RF energy harvesting is a bit of a hot topic, there are a number of modules on
the market atm. Just search for it on mouser or farnell to get started.

Thanks btw for that LED schematic, so simple. I'm currently tuning a harvester
around a BQ25504 and super caps. I'll give it a test next week.

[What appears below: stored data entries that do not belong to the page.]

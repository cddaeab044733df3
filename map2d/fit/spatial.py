"""Model fits to a spatial receptive-field map: 2-D Gaussian, difference of Gaussians, Gabor.

A map is an array ``(ny, nx)`` on a :class:`map2d.geometry.Grid` (row 0 at the top). Every model is
evaluated at the pixel centres in degrees from :meth:`Grid.mesh_deg`, never at array indices, so a
fitted centre is in visual-space degrees (azimuth ``x``, elevation ``y`` up) and a fitted orientation
follows the contract (wave-vector angle counter-clockwise from +x, 0 deg = vertical stripes).

Models (functions from :mod:`map2d.models`)
-------------------------------------------
``gaussian``
    :func:`~map2d.models.gaussian2d`: centre, two widths, angle of the major axis, signed amplitude
    (6 parameters). A negative amplitude is an OFF field.
``dog``
    :func:`~map2d.models.dog2d` (Enroth-Cugell & Robson 1966): circular centre and surround,
    ``kc exp(-r^2/rc^2) - ks exp(-r^2/rs^2)`` with ``rs > rc`` and ``kc``, ``ks`` of the same sign
    (ON centre: both >= 0; OFF centre: both <= 0); 6 parameters. With ``ks = 0`` it is a circular
    Gaussian, so it nests the circular case of the ``gaussian`` model (not the elliptical one).
``gabor``
    :func:`~map2d.models.gabor2d` (Jones & Palmer 1987): envelope centre, widths along (``sigma_u``)
    and across (``sigma_v``) the wave vector, orientation, spatial frequency, phase, amplitude
    (8 parameters). The phase is relative to the envelope centre (``gabor2d``'s convention).

Fitting
-------
:func:`scipy.optimize.least_squares` (trust-region reflective, bounds) with analytic Jacobians in an
internal parameterisation chosen for conditioning (the Gabor uses the wave vector ``(kx, ky)`` and
the cosine/sine amplitudes, so neither angle nor phase wraps during the search), from a few data-driven
starts: the peak of the lightly smoothed map and its second moments (Gaussian, DoG), and the peaks of
the zero-padded 2-D power spectrum for the Gabor's wave vector (the row axis is flipped, since row 0 is
the top). Each start gets a short run (12 evaluations) and the best is refined to convergence.
Many maps (:func:`fit_maps`, :func:`locate_fields`) are fitted by :mod:`map2d.fit.batched` by default: the
same starts, bounds, multi-start rule, criteria and intervals, with every start of every map advanced
together by a vectorised Levenberg-Marquardt (``solver='reference'`` keeps ``least_squares``).
Bounds: centre within a quarter of the grid's extent beyond its edges; widths between 0.3 pixel and
the grid's largest extent (the DoG surround radius at least 1.05 times the centre's); Gabor frequency
below the Nyquist limit on each axis (``|kx| <= 1/(2 dx)``, ``|ky| <= 1/(2 dy)``). Non-finite pixels
are ignored. Cost on a 24 x 32 map: about 7, 11 and 19 ms of CPU for the Gaussian, DoG and Gabor.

[http://uk.mouser.com/Embedded-Solutions/Energy-Harvesting-
Mo...](http://uk.mouser.com/Embedded-Solutions/Energy-Harvesting-
Modules/_/N-8t3zx?P=1yzotr6)

This one contains other energy sources as well:

[http://uk.farnell.com/jsp/search/browse.jsp?N=2002+225290&Nt...](http://uk.farnell.com/jsp/search/browse.jsp?N=2002+225290&Ntk=gensearch&Ntt=energy+harvesting&Ntx=mode+matchallpartial)

------
zdw
Does anyone know if the currently available versions of the hardware (
[http://www.amazon.com/s/ref=nb_sb_noss_1?url=search-
alias%3D...](http://www.amazon.com/s/ref=nb_sb_noss_1?url=search-
alias%3Daps&field-keywords=transcend+wifi+sd+card+16gb) ) are still compatible
with these modifications?

I ask because frequently identical outward appearance does not mean identical
internal hardware, especially on low cost consumer devices.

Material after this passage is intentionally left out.